The L2/3 cells in the earlier perceptual levels may just be used to enforce sparsity. The early brain maps used histological differences to decide what the brain areas are and these difference are enough that you can easily see them with low power microscopes. It would not surprise me at all that the ratio between the dendrite arbors and inhibitory cells vary from one area to the next so that some can form grids and some just have cleanly defined edges to the sensed object. Since they don’t have to resonate to form tiles these L2/3 layers could run at much higher speeds, at beta or lower frequency Gamma waves. Grid-forming has not been observed in the early stages of perception streams; only around the hubs of each lobe.
So to answer an earlier question - yes, grids would be formed at the higher level.
Yup, I meant the former, as I was explaining in my original post.

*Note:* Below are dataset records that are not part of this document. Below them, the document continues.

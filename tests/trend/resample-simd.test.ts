/**
 * The WebAssembly SIMD resampler of the trend THD (lib/trend/resample-simd.ts): the committed bytes are
 * the committed text compiled by wabt (the reference assembler); Node runs it; a window longer than its
 * first memory gets a new memory without detaching any buffer; a long window's THD is the closed form.
 * (The closed-form THD and fft.js checks of every window run on both resampling paths in window-thd.test.ts.)
 */
import fc from 'fast-check';
import wabtInit from 'wabt';
import { describe, expect, it } from 'vitest';
import { RESAMPLE_SIMD_BASE64 } from '../../lib/trend/resample-simd-bytes.js';
import { resampleSimdWat, SIMD_POINTS } from '../../lib/trend/resample-simd-source.js';
import { base64Bytes, SimdResampler } from '../../lib/trend/resample-simd.js';
import { WindowThd, type WindowThdOut } from '../../lib/trend/window-thd.js';
import { harmonicSamples } from '../helpers/synth.js';

const weights = () => new Float64Array(1025 * 8).fill(0.125);

describe('the SIMD resampler module', () => {
	it('its committed bytes are resample-simd-source.ts compiled by wabt (run `npm run build:wasm` after editing the text)', async () => {
		const wabt = await wabtInit();
		const bytes = wabt.parseWat('resample-simd.wat', resampleSimdWat(), { simd: true }).toBinary({}).buffer;
		expect(RESAMPLE_SIMD_BASE64).toBe(Buffer.from(bytes).toString('base64'));
	});

	it("decodes base64 as Node's Buffer does (any bytes, any length)", () => {
		fc.assert(
			fc.property(fc.uint8Array({ maxLength: 200 }), (bytes) => {
				expect(Array.from(base64Bytes(Buffer.from(bytes).toString('base64')))).toEqual(Array.from(bytes));
			}),
		);
	});

	it('runs on this Node (WebAssembly SIMD is there since Node 16.4), so the SIMD block of window-thd.test.ts tests it', () => {
		expect(SimdResampler.create(weights())).toBeDefined();
	});

	it('a longer window gets a new memory, and no buffer is detached (an old view keeps its length)', () => {
		const r = SimdResampler.create(weights())!;
		const old = r.tapAt;
		const oldLane = r.lane(0);
		expect(r.reserve(1000)).toBe(false);
		expect(r.reserve(100_000)).toBe(true);
		expect(r.lane(0).length).toBeGreaterThanOrEqual(100_000);
		// a detached view reads as length 0: V8 then checks every typed-array access for detachment
		expect(old.length).toBe(SIMD_POINTS);
		expect(oldLane.length).toBeGreaterThan(0);
		expect(old.buffer.byteLength).toBeGreaterThan(0);
	});
});

describe('a window longer than the first memory (10 cycles at 100 kS/s, 20 000 samples)', () => {
	it('gives the closed-form THD √(4.6² + 11.5² + 6.9²)/230 = 6.16441 % on SIMD and on the JavaScript loops', () => {
		const fs = 100_000;
		const f1 = 49.97;
		const ringLength = 1 << 16;
		const x = harmonicSamples(
			[
				{ order: 1, rms: 230 },
				{ order: 3, rms: 4.6, phaseDeg: 40 },
				{ order: 5, rms: 11.5, phaseDeg: -75 },
				{ order: 7, rms: 6.9, phaseDeg: 120 },
			],
			{ frequencyHz: f1, sampleRateHz: fs, samples: ringLength },
		);
		const want = (100 * Math.hypot(4.6, 11.5, 6.9)) / 230;
		const startT = 1000.25;
		const endT = startT + (10 * fs) / f1;
		for (const simd of [true, false]) {
			const out: WindowThdOut = { thd: new Float64Array(1) };
			new WindowThd(10, simd).thdWindow([x], ringLength - 1, startT, endT, fs, out);
			// window-thd.ts accuracy: interpolation error < 0.003 % up to 0.1·fs (these tones reach 0.0035·fs)
			expect(Math.abs(out.thd[0] - want)).toBeLessThan(3e-5 * want);
		}
	});
});

describe('where a WebAssembly memory cannot be had (a capped address space: each reserves gigabytes)', () => {
	const realMemory = WebAssembly.Memory;
	const failing = class {
		constructor() {
			throw new RangeError('WebAssembly.Memory(): could not allocate memory');
		}
	};
	const mix = (fs: number, samples: number) =>
		harmonicSamples(
			[
				{ order: 1, rms: 230 },
				{ order: 5, rms: 11.5, phaseDeg: -75 },
			],
			{ frequencyHz: 49.97, sampleRateHz: fs, samples },
		);
	const want = (100 * 11.5) / 230; // closed form: V5 / V1

	it('there is no SIMD resampler, and the THD comes from the JavaScript loops, 5 % as the closed form', () => {
		(WebAssembly as { Memory: unknown }).Memory = failing;
		try {
			expect(SimdResampler.create(weights())).toBeUndefined();
			const out: WindowThdOut = { thd: new Float64Array(1) };
			new WindowThd(10).thdWindow([mix(10_000, 1 << 13)], (1 << 13) - 1, 100.5, 100.5 + 100_000 / 49.97, 10_000, out);
			expect(Math.abs(out.thd[0] - want)).toBeLessThan(3e-5 * want);
		} finally {
			(WebAssembly as { Memory: unknown }).Memory = realMemory;
		}
	});

	it('a window that needs a new memory part-way falls back to the loops, the THD still the closed form', () => {
		const thd = new WindowThd(10);
		const out: WindowThdOut = { thd: new Float64Array(1) };
		thd.thdWindow([mix(10_000, 1 << 13)], (1 << 13) - 1, 100.5, 100.5 + 100_000 / 49.97, 10_000, out);
		expect(Math.abs(out.thd[0] - want)).toBeLessThan(3e-5 * want);
		(WebAssembly as { Memory: unknown }).Memory = failing;
		try {
			// 10 cycles at 100 kS/s: 20 000 samples, more than the first memory holds
			thd.thdWindow([mix(100_000, 1 << 16)], (1 << 16) - 1, 1000.25, 1000.25 + 1_000_000 / 49.97, 100_000, out);
			expect(Math.abs(out.thd[0] - want)).toBeLessThan(3e-5 * want);
		} finally {
			(WebAssembly as { Memory: unknown }).Memory = realMemory;
		}
	});
});
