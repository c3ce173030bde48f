/**
 * Writes a 32-bit float WAV (format 3) in blocks, for tests and the bench: values are stored as they
 * are (V or A) and an INFO comment carries lib/io's calibration syntax with full scale 1, so the reader
 * gives them back in V and A. Layout: RIFF/WAVE, 'fmt ' (16 bytes), 'LIST'/'INFO'/'ICMT', 'data'.
 * Ref: Microsoft/IBM RIFF WAVE format (common practice; from memory).
 */
import { closeSync, openSync, writeSync } from 'node:fs';

export interface FloatWavChannel {
	name: string;
	unit: 'V' | 'A';
}

export class FloatWavWriter {
	private readonly fd: number;
	private framesWritten = 0;
	private readonly dataAt: number;
	private buf = Buffer.alloc(0);

	constructor(
		path: string,
		private readonly channels: FloatWavChannel[],
		sampleRateHz: number,
		private readonly totalFrames: number,
	) {
		const n = channels.length;
		const comment = Buffer.from(
			`sinecheck-calibration: ${channels.map((c, i) => `${i + 1}=${c.name} ${c.unit} 1`).join('; ')}\0`,
			'latin1',
		);
		const icmt = Buffer.concat([Buffer.from('ICMT'), u32(comment.length), comment, Buffer.alloc(comment.length & 1)]);
		const list = Buffer.concat([Buffer.from('LIST'), u32(4 + icmt.length), Buffer.from('INFO'), icmt]);
		const fmt = Buffer.alloc(24);
		fmt.write('fmt ', 0, 'latin1');
		fmt.writeUInt32LE(16, 4);
		fmt.writeUInt16LE(3, 8);
		fmt.writeUInt16LE(n, 10);
		fmt.writeUInt32LE(sampleRateHz, 12);
		fmt.writeUInt32LE(sampleRateHz * n * 4, 16);
		fmt.writeUInt16LE(n * 4, 20);
		fmt.writeUInt16LE(32, 22);
		const dataBytes = totalFrames * n * 4;
		const head = Buffer.concat([
			Buffer.from('RIFF'),
			u32(4 + fmt.length + list.length + 8 + dataBytes),
			Buffer.from('WAVE'),
			fmt,
			list,
			Buffer.from('data'),
			u32(dataBytes),
		]);
		this.fd = openSync(path, 'w');
		writeSync(this.fd, head);
		this.dataAt = head.length;
	}

	/** Appends frames: one array per channel, all the same length. */
	write(block: ArrayLike<number>[]): void {
		const n = this.channels.length;
		const frames = block[0].length;
		if (this.buf.length < frames * n * 4) this.buf = Buffer.allocUnsafeSlow(frames * n * 4);
		const f = new Float32Array(this.buf.buffer, this.buf.byteOffset, frames * n);
		for (let c = 0; c < n; c++) {
			const x = block[c];
			for (let k = 0, j = c; k < frames; k++, j += n) f[j] = x[k];
		}
		writeSync(this.fd, this.buf, 0, frames * n * 4, this.dataAt + this.framesWritten * n * 4);
		this.framesWritten += frames;
	}

	close(): void {
		if (this.framesWritten !== this.totalFrames)
			throw new Error(`wrote ${this.framesWritten} frames, header says ${this.totalFrames}`);
		closeSync(this.fd);
	}
}

function u32(x: number): Buffer {
	const b = Buffer.alloc(4);
	b.writeUInt32LE(x, 0);
	return b;
}
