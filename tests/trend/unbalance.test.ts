import { describe, expect, it } from 'vitest';
import { createTrendAnalyser } from '../../lib/trend/analyser.js';

/** Three voltage channels, RMS and phase (deg) each, at 6.4 kS/s for `seconds`. */
function run(set: [number, number][], seconds: number) {
	const fs = 6400;
	const n = Math.round(seconds * fs);
	const ch = set.map(([rms, deg]) =>
		Float64Array.from(
			{ length: n },
			(_, i) => rms * Math.SQRT2 * Math.cos((2 * Math.PI * 50 * i) / fs + (deg * Math.PI) / 180),
		),
	);
	const a = createTrendAnalyser({
		sampleRateHz: fs,
		nominalHz: 50,
		declaredV: 230,
		channels: ['L1', 'L2', 'L3'].map((name) => ({ name, quantity: 'voltage' as const, unit: 'V' })),
	});
	a.push(ch);
	return a.finish();
}

describe('trend rows carry the voltage unbalance of three voltage channels', () => {
	it('230∠0°, 220∠−118°, 235∠121° V gives u2 = 2.7699 % in every 10-cycle row (docs/methods.md §5.4 / §7 check vector, computed by docs/check-vectors.py)', () => {
		const r = run(
			[
				[230, 0],
				[220, -118],
				[235, 121],
			],
			2,
		);
		expect(r.cycles10.length).toBeGreaterThan(5);
		for (const row of r.cycles10) expect(row.unbalancePercent).toBeCloseTo(2.7699, 3);
	});

	it('a balanced set gives u2 near 0, and the same unbalanced set in reversed channel order gives the same u2', () => {
		const balanced = run(
			[
				[230, 0],
				[230, -120],
				[230, 120],
			],
			1,
		);
		for (const row of balanced.cycles10) expect(row.unbalancePercent!).toBeLessThan(1e-3);
		const reversed = run(
			[
				[230, 0],
				[235, 121],
				[220, -118],
			],
			1,
		);
		for (const row of reversed.cycles10) expect(row.unbalancePercent).toBeCloseTo(2.7699, 3);
	});
});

If wonder if there is a reason to not decrease the number of columns as you go up. Perhaps to do concurrent contraction and expansion of feature space? My guess would be that expansion would do the same as auto encoders in that features synthesize/interpolate going up.
Are Calvin grids from the Cerebral Code book? I’ve been meaning to read it. Actually I’ve also been meaning to read @Bitking’s HTM Columns Hexagonal Grids as that looks pretty cool from a skim through.
From what I understand Calvin focuses on recurrent collaterals. There have been others that suggest that these oscillation dynamics breed a multitude of functions ‘for free’. It is almost like cells within a oscillatory group are polymorphic, in that they are the same cells but take part in many different functions. So it is not like ‘that cell deals with sensory’, or ‘that cells works with motor’, or ‘those cells are making decisions’, but rather they are all doing those things to varying degrees using the same sort of dynamics.
I really recommend the books Rhythms Of The Brain (Buzsaki) and Cerebral Cortex (Rolls) in which they both express this sort of concept.